Appelle ohne Resonanz
„Ich finde es bedenklich, dass man diesen Streit jetzt auf dem Rücken der Patienten austrägt“, so Matthias Bürklin. „Doch wie sonst sollen wir uns Gehör verschaffen?“ Alle Appelle an die Politik und die Krankenkassen sind ohne Resonanz geblieben.
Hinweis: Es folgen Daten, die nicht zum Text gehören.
def table_schema(
    transformer: MinkowskiCurves,
    settings: dict[str, Any],
    per_image_pitch: bool,
    label: pa.DataType,
    carried: Sequence[pa.Field],
) -> pa.Schema:
    """Return the schema of a table, fixed before its first row.

    Raises
    ------
    ValueError
        If a carried column has the name of another one.
    """
    kinds = {
        "source": pa.string(), "row": pa.int32(), "col": pa.int32(), "height": pa.int32(),
        "width": pa.int32(), "valid_fraction": pa.float64(), "label": label,
        "label_fraction": pa.float64(), "group": pa.string(), "page": pa.int32(),
    }  # fmt: skip
    features = transformer.feature_table()
    number = pa.float32() if transformer.dtype == "float32" else pa.float64()
    taken = {*OWN_COLUMNS, *(feature.name for feature in features)}
    clash = [field.name for field in carried if field.name in taken]
    if clash:
        raise ValueError(
            f"the manifest's columns {clash} have names that the table uses itself; rename them"
        )
    about = {
        "format": "mfeat feature table",
        "table_version": TABLE_VERSION,
        "mfeat_version": __version__,
        "fingerprint": canonical_sha256(settings["vector"]),
        "settings": settings,
        "transformer": transformer_record(transformer, per_image_pitch),
        "features": [feature._asdict() for feature in features],
    }
    fields = [pa.field(name, kinds[name]) for name in OWN_COLUMNS]
    fields += carried
    fields += [pa.field(feature.name, number, nullable=False) for feature in features]
    return pa.schema(fields, {_KEY: json.dumps(about, sort_keys=True).encode()})


def about(schema: pa.Schema) -> dict[str, Any]:
    """Return what a table's schema says of its making.

    Raises
    ------
    ValueError
        If it is no feature table, or one of a later version.
    """
    metadata = schema.metadata or {}
    if _KEY not in metadata:
        raise ValueError("it is no feature table: its schema has no metadata of that kind")
    found = json.loads(metadata[_KEY])
    _check_version(found)
    return found


def _check_version(found: dict[str, Any]) -> None:
    if found["table_version"] > TABLE_VERSION:
        raise ValueError(
            f"the table was written by mfeat {found['mfeat_version']}, this is {__version__}; "
            "update mfeat to read it"
        )


class PartWriter:
    """Writes rows of a table to a stream, a row group at a time, so that memory stays bounded."""

    def __init__(self, stream: BinaryIO, schema: pa.Schema):
        features = [feature["name"] for feature in about(schema)["features"]]
        own = [name for name in schema.names if name not in set(features)]
        self._schema = schema
        width = 4 if schema.field(features[0]).type == pa.float32() else 8
        self._own = own
        fitting = _ROW_GROUP_BYTES // (width * len(features))
        self.row_group = max(1, min(_ROW_GROUP_ROWS, fitting))
        self._waiting: list[pa.RecordBatch] = []
        self._n_waiting = 0
        self.rows = 0
        # Bytes over those of the bare numbers, from 2560 vectors of 40 photographed surfaces:
        # plain zstd .62, byte-stream split .69, dictionaries .66 (at 1024 rows a group .68, .72,
        # .75), because areas repeat. Statistics of features would fill the footer for no query.
        self._writer = pq.ParquetWriter(
            stream,
            schema,
            compression="zstd",
            use_dictionary=own,
            write_statistics=own,
            write_page_checksum=True,
        )

    def add(self, own: dict[str, Any], rows: np.ndarray) -> None:
        """Add rows: columns by name, and the features as an array (n, features)."""
        columns = [_column(own[name], self._schema.field(name).type) for name in self._own]
        turned = np.ascontiguousarray(rows.T)
        columns += [pa.array(column) for column in turned]
        self._waiting.append(pa.RecordBatch.from_arrays(columns, schema=self._schema))
        self._n_waiting += len(rows)
        self.rows += len(rows)
        if self._n_waiting >= self.row_group:
            self._flush()

    def _flush(self) -> None:
        if self._waiting:
            self._writer.write_table(pa.Table.from_batches(self._waiting), self.row_group)
        self._waiting, self._n_waiting = [], 0

    def __enter__(self) -> "PartWriter":
        return self

    def __exit__(self, kind: Any, *_: Any) -> None:
        """Write what waits, and the footer; after an error, let go of the stream."""
        try:
            if kind is None:
                self._flush()
                self._writer.close()
        finally:
            self._writer.is_open = False  # else it would try again when it is collected


def _column(values: Any, kind: pa.DataType) -> pa.Array:
    if isinstance(values, pa.ChunkedArray):
        return values.combine_chunks()
    return pa.array(values, kind)


def differences(one: Any, other: Any, name: str = "") -> list[str]:
    """Return where two nested settings differ, one line each, e.g. "levels.raw: 16 -> 32".

    Examples
    --------
    >>> from mfeat.table import differences
    >>> differences({"size": 64, "raw": True}, {"size": 32, "raw": True})
    ['size: 64 -> 32']
    """
    if isinstance(one, dict) and isinstance(other, dict):
        keys = [*one, *(key for key in other if key not in one)]
        found = []
        for key in keys:
            place = f"{name}.{key}" if name else str(key)
            found += differences(one.get(key, "none"), other.get(key, "none"), place)
        return found
    return [] if one == other else [f"{name}: {_brief(one)} -> {_brief(other)}"]


def _brief(value: Any) -> str:
    text = json.dumps(value)
    return text if len(text) <= 60 else f"{text[:40]} ... ({len(text)} characters)"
„Ich würde meinen Mitarbeitern liebend gerne mehr zahlen“, so Katja Enders. „Aber wovon?“ Dabei, so die Apothekerin, habe sie noch Glück. „Ich habe ein wirklich tolles Team“, sagt sie lächelnd. „Und wir halten hier echt zusammen.“ Am Mittwoch wird sie vor ihrer Apotheke einen Infostand aufbauen. „Wir verstecken uns nicht. Wir wollen den Patienten Rede und Antwort stehen und sie aufklären. So wie wir es auch mit unseren Beratungen halten“, ergänzt sie. Ein Blick in ihr Schaufenster zeigt, was sie meint. Auf rund 20 Ausdrucken macht sie ihrem Unmut Luft, erklärt die Gründe für den Protest.
Harte Arbeit
„Es wird immer gesagt, wir hätten doch während Corona so gut verdient“, so Hartmut Pensel. „Aber wir haben auch viel gearbeitet, viel geleistet. Ob es Testungen waren, die wir auch am Wochenende durchgeführt haben, Impfungen oder die Erstellung der digitalen Testzertifikate. All das war harte Arbeit.“
„Für den Porsche reicht es immer noch nicht“, so Katja Enders und wird wieder ernst. „Es kommt ja auch noch hinzu, dass viele Apotheken jetzt von Menschen geführt werden, die ins Rentenalter kommen. Doch wer traut sich noch, eine Apotheke zu übernehmen? Viele gehen lieber normal arbeiten, haben mit dem ganzen Drumherum nichts zu tun und verdienen teilweise sogar mehr wie als Selbstständige.“
Auch der Fachkräftemangel macht den Apotheken zu schaffen, womit sich der Kreis wieder schließt. Es bleibt bei den aktuell gezahlten Beträgen nicht genug, um die Mitarbeiter entsprechend besser zu bezahlen. „Inflationsausgleich? Der ist an den Apotheken vorbeigegangen“, so das Fazit.
Dennoch, niemand muss sich Sorgen machen, dass er am Mittwoch ein vielleicht wirklich dringend benötigtes Medikament nicht erhält. „Es ist ein Notdienst eingerichtet“, so Matthias Bürklin. „Und der Mittwoch ist der ruhigste Tag, da am Nachmittag die meisten Ärzte geschlossen haben“ Unklar ist, ob damit nicht der Protest aufgeweicht wird.
Notdienst eingerichtet!
Den Notdienst übernehmen die
Adam-Riese Apotheke in Bad Staffelstein
und die
Adler-Apotheke in Weidhausen
. Die Apotheker und Apothekerinnen bitten jedenfalls um Verständnis für ihren Protest, denn letztlich sei es das Ziel, eine ordentliche Versorgung und Beratung aufrecht zu erhalten.